The Amsterdam headquarters has found success and a distinctly flexible identity, aiming to do things smarter, faster and not beholden to the traditional TV and print media mix. Clients include Sony-Ericsson, Ikea, and most notably, Mitsubishi Europe, a $100 million account the shop won in 2002. Since then, Goodson says the agency's multi-faceted campaigns have helped to drive sales 29 percent higher than expected, to the brand's first ever profit in Europe. Last February, the Frogs, as they refer to themselves, soft-launched a new pad in Manhattan's concrete jungle, where Davidson, Lee and Fullerton hold down the fort. The creative director post at this point is revolving, with talent from Amsterdam shuttling in until a permanent head is decided. So far, the New York outpost has signed as agency of record for Emirates Airlines, and both Preston and Chalmers led the launch of SF's first national campaign for the "Boomer Coalition." Created for Pfizer and the National Heart Association, it attempts to raise awareness about cardiovascular disease among Baby Boomers and launched during the Oscars with a spot directed by X-Men and Usual Suspects' Brian Singer.
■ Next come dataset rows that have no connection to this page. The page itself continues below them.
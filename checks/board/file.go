package board

import (
	"fmt"
	"os"
	"strings"

	"go.yaml.in/yaml/v3"

	"github.com/biaslint/biaslint/netlist"
	"github.com/biaslint/biaslint/netlist/units"
)

// A board file is YAML of this shape (every section optional):
//
//	ambient: 40            # C, the ambient the board runs in
//	parts:                 # ratings by model name
//	  MYNPN: {vceo: 40, vcbo: 60, vebo: 6, icmax: 200m, pd: 500m,
//	          tjmax: 150, rthja: 250, hfemin: 100, hfemax: 300}
//	devices:               # settings by flat element name
//	  Q4: {role: switch}
//	  RLOAD: {power_rating: 1, tol: 1%}
//	  VMCU: {driver: yes}
//	waivers:
//	  - {rule: floating-base, device: Q7, reason: "held off by U3's pull-down"}
//
// Numbers may carry SPICE or RKM suffixes ("200m", "4k7"); a trailing '%'
// divides by 100.

// MaxFileSize caps a board file's size in bytes.
const MaxFileSize = 4 << 20

// Load reads a board file. Device names are checked against c when c is
// not nil. Problems are located errors (file:line:col).
func Load(path string, c *netlist.Circuit) (*Settings, error) {
	src, err := ReadFile(path)
	if err != nil {
		return nil, err
	}
	return Parse(path, src, c)
}

// ReadFile reads a board file's text, refusing one over MaxFileSize, so a
// batch can read it once and Parse it against each circuit.
func ReadFile(path string) ([]byte, error) {
	fi, err := os.Stat(path)
	if err != nil {
		return nil, fmt.Errorf("%s: error: cannot read board file: %v", path, unwrapPathErr(err))
	}
	if fi.Size() > MaxFileSize {
		return nil, fmt.Errorf("%s: error: board file is %d bytes, over the %d-byte limit", path, fi.Size(), MaxFileSize)
	}
	// A regular file only, never blocking, and no more than the limit
	// (a device reports no size).
	src, err := netlist.ReadRegular(path, MaxFileSize)
	if err != nil {
		return nil, fmt.Errorf("%s: error: cannot read board file: %v", path, unwrapPathErr(err))
	}
	if len(src) > MaxFileSize {
		return nil, fmt.Errorf("%s: error: board file is over the %d-byte limit", path, MaxFileSize)
	}
	return src, nil
}

func unwrapPathErr(err error) error {
	if pe, ok := err.(*os.PathError); ok {
		return pe.Err
	}
	return err
}

// Parse reads board-file text; file names it in positions.
func Parse(file string, src []byte, c *netlist.Circuit) (*Settings, error) {
	errs := &netlist.ErrorList{}
	s := New()
	var doc yaml.Node
	if err := yaml.Unmarshal(src, &doc); err != nil {
		errs.Add(yamlErrPos(file, err), "board file is not valid YAML: "+yamlErrMsg(err))
		return nil, errs.Err()
	}
	at := func(n *yaml.Node) netlist.Pos { return netlist.Pos{File: file, Line: n.Line, Col: n.Column} }
	if len(doc.Content) == 0 {
		return s, nil
	}
	root := doc.Content[0]
	if root.Kind != yaml.MappingNode {
		errs.Add(at(root), "a board file is a mapping with the keys ambient, parts, devices, waivers")
		return nil, errs.Err()
	}
	for i := 0; i+1 < len(root.Content); i += 2 {
		k, v := root.Content[i], root.Content[i+1]
		switch k.Value {
		case "ambient":
			t, err := units.Parse(v.Value)
			if v.Kind != yaml.ScalarNode || err != nil || t < -273.15 {
				errs.Addf(at(v), "ambient: %q is not a temperature in C", v.Value)
				continue
			}
			s.Ambient = t
		case "parts":
			eachEntry(v, at, errs, "parts", func(name string, pos netlist.Pos, m *yaml.Node) {
				p := NewPart(name, pos)
				eachKey(m, at, errs, func(key string, kpos netlist.Pos, val *yaml.Node) {
					f := p.field(key)
					if f == nil {
						errs.Addf(kpos, "part %s: unknown key %q (known: %s)", name, key, strings.Join(RatingKeys, ", "))
						return
					}
					x, err := units.Parse(val.Value)
					if val.Kind != yaml.ScalarNode || err != nil || x < 0 {
						errs.Addf(at(val), "part %s: %s: %q is not a non-negative value", name, key, val.Value)
						return
					}
					*f = x
				})
				s.mergePart(p, errs)
			})
		case "devices":
			eachEntry(v, at, errs, "devices", func(name string, pos netlist.Pos, m *yaml.Node) {
				kind := netlist.Kind('?')
				if c != nil {
					el := c.Element(name)
					if el == nil {
						errs.Addf(pos, "devices: %s is not in the circuit %s", name, c.File)
						return
					}
					name, kind = el.Name, el.Kind
				}
				d := NewDevice(name, pos)
				eachKey(m, at, errs, func(key string, kpos netlist.Pos, val *yaml.Node) {
					if kind == '?' && (key == "role" || key == "driver") {
						kind = map[string]netlist.Kind{"role": 'Q', "driver": 'V'}[key]
					}
					key, note := renamedKey(key)
					if note != "" {
						errs.Notef(kpos, "device %s: %s", name, note)
					}
					if msg := d.set(key, val.Value, kind); msg != "" {
						errs.Addf(kpos, "device %s: %s", name, msg)
					}
				})
				s.mergeDevice(d, errs)
			})
		case "waivers":
			if v.Kind != yaml.SequenceNode {
				errs.Add(at(v), "waivers: expected a list of {rule, device, reason}")
				continue
			}
			for _, w := range v.Content {
				var wv Waiver
				wv.Pos = at(w)
				eachKey(w, at, errs, func(key string, kpos netlist.Pos, val *yaml.Node) {
					switch key {
					case "rule":
						wv.Rule = strings.ToLower(val.Value)
					case "device":
						wv.Device = val.Value
					case "reason":
						wv.Reason = val.Value
					default:
						errs.Addf(kpos, "waiver: unknown key %q (known: rule, device, reason)", key)
					}
				})
				switch {
				case wv.Rule == "" || wv.Device == "":
					errs.Add(wv.Pos, "waiver needs a rule and a device")
				case strings.TrimSpace(wv.Reason) == "":
					errs.Addf(wv.Pos, "waiver of %s on %s gives no reason; a waiver must say why", wv.Rule, wv.Device)
				default:
					wv.External = true
					s.Waivers = append(s.Waivers, wv)
				}
			}
		default:
			errs.Addf(at(k), "unknown key %q in board file (known: ambient, parts, devices, waivers)", k.Value)
		}
	}
	if err := errs.Err(); err != nil {
		return nil, err
	}
	s.Notes = errs.Notes()
	return s, nil
}

// eachEntry calls f for every name: mapping pair of a section.
func eachEntry(v *yaml.Node, at func(*yaml.Node) netlist.Pos, errs *netlist.ErrorList, section string, f func(string, netlist.Pos, *yaml.Node)) {
	if v.Kind != yaml.MappingNode {
		errs.Addf(at(v), "%s: expected a mapping of names to settings", section)
		return
	}
	for i := 0; i+1 < len(v.Content); i += 2 {
		f(v.Content[i].Value, at(v.Content[i]), v.Content[i+1])
	}
}

// eachKey calls f for every key: value pair of a mapping node.
func eachKey(m *yaml.Node, at func(*yaml.Node) netlist.Pos, errs *netlist.ErrorList, f func(string, netlist.Pos, *yaml.Node)) {
	if m.Kind != yaml.MappingNode {
		errs.Addf(at(m), "expected a mapping of key: value settings")
		return
	}
	for i := 0; i+1 < len(m.Content); i += 2 {
		f(strings.ToLower(m.Content[i].Value), at(m.Content[i]), m.Content[i+1])
	}
}

// yamlErrPos pulls the line out of a yaml.v3 error message ("yaml: line 3: ...").
func yamlErrPos(file string, err error) netlist.Pos {
	p := netlist.Pos{File: file, Line: 1, Col: 1}
	msg := err.Error()
	if i := strings.Index(msg, "line "); i >= 0 {
		var n int
		if _, e := fmt.Sscanf(msg[i:], "line %d", &n); e == nil && n > 0 {
			p.Line = n
		}
	}
	return p
}

func yamlErrMsg(err error) string {
	msg := strings.TrimPrefix(err.Error(), "yaml: ")
	if i := strings.Index(msg, ": "); i >= 0 && strings.HasPrefix(msg, "line ") {
		msg = msg[i+2:]
	}
	return msg
}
Featuring a nostalgic montage of celebrities who died of CVD, the commercial directed viewers to a website (boomercoalition.org), which on launch night registered 200,000 hits. Now, SF is gearing up for an all-star concert this fall in New York, bringing in help from the record industry and producers from the original Woodstock. "We wanted to link this illness to the entertainment industry the way breast cancer is linked to fashion," Goodson explains, with the point being not just to do spots, but to spark cultural movements. "Everything doesn't have to be a TV commercial. The creative frontier is the merger of advertising, entertainment and content. We believe that advertising can create culture."

With all due respect, though, what else is new? The Mothers and CP+B's of the world have already proved such thinking sound, with clients happily biting. "In one context, we're actually similar to some of those agencies," Goodson says. "We're in the same brain space in that we're different from the big corporate agencies. But also, we're totally opposite." The shop presents a unique model, he says. It boasts a trim figure of about 70 international full timers in Amsterdam and six in New York, morphing according to each project by tapping various independent contractors, from creatives to concert promoters. Whether this distinguishes them from the rest of the small independents isn't the Frogs' biggest concern, however. "The Crispins, the Mothers, all of us stand for difference," says Goodson. "Innovation comes from smaller organizations, so I think it's important that all of us make inroads. It'll be good for creativity in the long run. And being in New York now is really good timing. We believe a creative renaissance is about to happen in the U.S. and we want to be one of those agencies that are part of that."